● REQUIRED WORK
For every line in the data below that contains "headings", copy the line.
===== RECORDS FOR THE TASK =====
import { describe, expect, it } from 'vitest';
import { textOf } from '#shared/document/text-of.ts';
import { readDocument } from '#shared/document/page-document.ts';
import { tablesOf } from '#shared/document/tables.ts';
import type { Reading, ReadingWord } from './reading.ts';
import { repairWords } from './repair.ts';
import { documentOf } from './structure.ts';
import { readingOf } from './words.fixture.ts';
import { columnMeaning, tableKind } from './type-columns.ts';

const letterWidth = 30;
const pitch = 50;

/** Lines of typewriting as recognition would give them: `[left, top, text]`, three spaces or more part the cells. */
function wordsOf(lines: readonly [number, number, string][]): ReadingWord[] {
  return lines.flatMap(([left, top, line], at) =>
    [...line.matchAll(/\S+/g)].map((match) => ({
      text: match[0],
      raw: match[0],
      confidence: 95,
      box: [left + match.index * letterWidth, top, match[0].length * letterWidth - 4, 32] as ReadingWord['box'],
      line: at,
      block: 0,
    })),
  );
}

const page = (...lines: string[]): [number, number, string][] => lines.map((line, at) => [300, 400 + at * pitch, line]);

const reading = (words: ReadingWord[], figures: Reading['figures'] = []): Reading => readingOf(words, { figures });

const documentOfLines = (...lines: [number, number, string][]) => documentOf(reading(wordsOf(lines)));
const kindsOf = (document: ReturnType<typeof documentOf>): string[] => document.content.map(({ type }) => type);

describe('the structure of a page', () => {
  it('has headings, steps with their markers and depth, and what a warning says in the warning', () => {
    const document = documentOfLines(
      ...page(
        '5.2 INJECTION CHAIN',
        '',
        'WARNING',
        '',
        'The plate supply is 250 volts.',
        '',
        'a. Connect the meter',
        'to test point TP3.',
        '(1) Adjust C20.',
        'c, Move the meter to TP2.',
      ),
    );
    expect(kindsOf(document)).toEqual(['heading', 'admonition', 'step', 'step', 'step']);
    expect(document.content[1]).toMatchObject({ attrs: { kind: 'warning' }, content: [{ type: 'paragraph' }] });
    expect(document.content.slice(2).map(({ attrs }) => [attrs?.['marker'], attrs?.['depth']])).toEqual([
      ['a.', 0],
      ['(1)', 1],
      ['c.', 0],
    ]);
    expect(textOf(document)).toContain('a. Connect the meter to test point TP3.');
  });

  it('joins a word that the printer broke at the end of a line', () => {
    expect(textOf(documentOfLines(...page('The align-', 'ment begins at the r-f', 'stage.')))).toBe(
      'The alignment begins at the r-f stage.',
    );
  });

  it('sets running heads and feet apart', () => {
    const document = documentOfLines([900, 120, 'HB-12 RECEIVER'], ...page('Text of the page.'), [1200, 3150, '5-1']);
    expect(document.content.map(({ type, attrs }) => [type, attrs?.['place']])).toEqual([
      ['running', 'head'],
      ['paragraph', undefined],
      ['running', 'foot'],
    ]);
  });

  it('starts a new paragraph after a gap', () => {
    expect(
      kindsOf(
        documentOfLines([300, 400, 'One thing is this.'], [300, 450, 'It goes on.'], [300, 580, 'Another thing.']),
      ),
    ).toEqual(['paragraph', 'paragraph']);
  });

  it('starts a new paragraph behind a step, where a line begins further out than the text of the step', () => {
    const document = documentOfLines(
      ...page(
        '   1. Connect the meter and',
        '      read it.',
        '  The heater is rated',
        '6.3 volts.',
        '   2. Turn it off.',
      ),
    );
    expect(kindsOf(document)).toEqual(['step', 'paragraph', 'step']);
  });

  it('ends a caption in capitals where small letters begin', () => {
    const document = documentOfLines(...page('TABLE 4-7. CHANNEL FREQUENCIES', 'The crystal is found by subtracting.'));
    expect(kindsOf(document)).toEqual(['caption', 'paragraph']);
  });

  it('puts a figure where it stands, keeps its lettering with it, and its caption below', () => {
    const words = wordsOf([
      [300, 400, 'Before the figure.'],
      [600, 700, 'MIXER'],
      [300, 1300, 'Figure 4-1. Chain of frequencies'],
    ]);
    const document = documentOf(reading(words, [[400, 500, 1500, 700]]));
    expect(kindsOf(document)).toEqual(['paragraph', 'figure', 'caption']);
    expect(document.content[1]?.attrs).toMatchObject({ description: 'MIXER', zone: [400, 500, 1500, 700] });
  });

  it('is a document that can be stored, with a zone and a name for every block', () => {
    const document = documentOfLines(...page('NOTE', '', 'Mind the core.', '', '1. Turn it.'));
    expect(readDocument(document)).toEqual({ ok: true, value: document });
    expect(
      document.content.every(({ attrs }) => typeof attrs?.['id'] === 'string' && Array.isArray(attrs['zone'])),
    ).toBe(true);
  });

  it('of a blank page is one empty paragraph', () => {
    expect(kindsOf(documentOf(reading([])))).toEqual(['paragraph']);
  });

  it('marks words that recognition was unsure of, and numbers that cannot be', () => {
    const words = wordsOf(page('Set it to 7.51.2 mc at once')).map((each, at) =>
      at === 0 ? { ...each, confidence: 40 } : each,
    );
    const marks = JSON.stringify(documentOf(reading(words)));
    expect(marks.match(/low-confidence/g)).toHaveLength(1);
  });
});

describe('a table on a page', () => {
  const list = page(
    'REF. DES.    DESCRIPTION            PART NO.    QTY',
    '             CAPACITORS',
    'C1           Mica, 47 mmf           22-1470     1',
    'C2, C3       Paper, .01 mfd,        24-4103     2',
    '             400 v dcw',
    'C4           Ceramic disc           21-3102     1',
    'C5           Variable, air          23-1015     1',
  );

  it('is found by its words alone, with empty cells left empty and wrapped descriptions joined', () => {
    const [table] = tablesOf(documentOfLines(...list));
    expect(table?.kind).toBe('parts');
    expect(table?.columns.map(({ meaning }) => meaning)).toEqual(['refDes', 'description', 'partNumber', 'quantity']);
    expect(table?.rows).toEqual([
      ['C1', 'Mica, 47 mmf', '22-1470', '1'],
      ['C2, C3', 'Paper, .01 mfd, 400 v dcw', '24-4103', '2'],
      ['C4', 'Ceramic disc', '21-3102', '1'],
      ['C5', 'Variable, air', '23-1015', '1'],
    ]);
  });

  it('has its section headings as rows of their own kind', () => {
    const table = documentOfLines(...list).content.find(({ type }) => type === 'table');
    expect(table?.content?.map(({ attrs }) => attrs?.['role'])).toEqual([
      'head',
      'section',
      'body',
      'body',
      'body',
      'body',
    ]);
  });

  it('is not seen in running text', () => {
    const lines = Array.from(
      { length: 12 },
      (_, at) => `Line ${at} of ordinary text that fills the width of the page and goes on`,
    );
    expect(kindsOf(documentOfLines(...page(...lines)))).not.toContain('table');
  });

  it.each([
    ['REF. DES.', ['C1'], 'refDes'],
    ['CRYSTAL MC', ['16.211111'], 'frequency'],
    ['QTY', ['1'], 'quantity'],
    ['', ['C1', 'R12', 'C3, C4'], 'refDes'],
    ['', ['22-1470', '41-5470'], 'partNumber'],
    ['', ['Mica, 500 v', 'Paper tubular'], 'description'],
  ] as const)('knows what the column "%s" with %j means: %s', (heading, cells, meaning) => {
    expect(columnMeaning(heading, cells)).toBe(meaning);
  });

  it('with channels and frequencies is a channel table', () => {
    expect(tableKind(['channel', 'frequency', 'frequency'])).toBe('channel');
    expect(tableKind(['other', 'other'])).toBe('table');
  });
});

describe('repair by the grammar of units', () => {
  const repaired = (line: string): string =>
    repairWords(wordsOf([[0, 0, line]]))
      .map(({ text }) => text)
      .join(' ');

  it.each([
    ['tuned to 455 ke exactly', 'tuned to 455 kc exactly'],
    ['good to +.002 percent', 'good to ±.002 percent'],
    ['*20% 400 v', '±20% 400 v'],
    ['the key is +5 volts', 'the key is +5 volts'],
    ['give me the meter', 'give me the meter'],
  ])('makes "%s" into "%s"', (read, printed) => {
    expect(repaired(read)).toBe(printed);
  });

  it('keeps what was recognised beside what it was made into', () => {
    expect(repairWords(wordsOf([[0, 0, '455 ke']]))[1]).toMatchObject({ text: 'kc', raw: 'ke' });
  });
});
=====
● COMPLETED EXERCISE
  it('has headings, steps with their markers and depth, and what a warning says in the warning', () => {
  it('has its section headings as rows of their own kind', () => {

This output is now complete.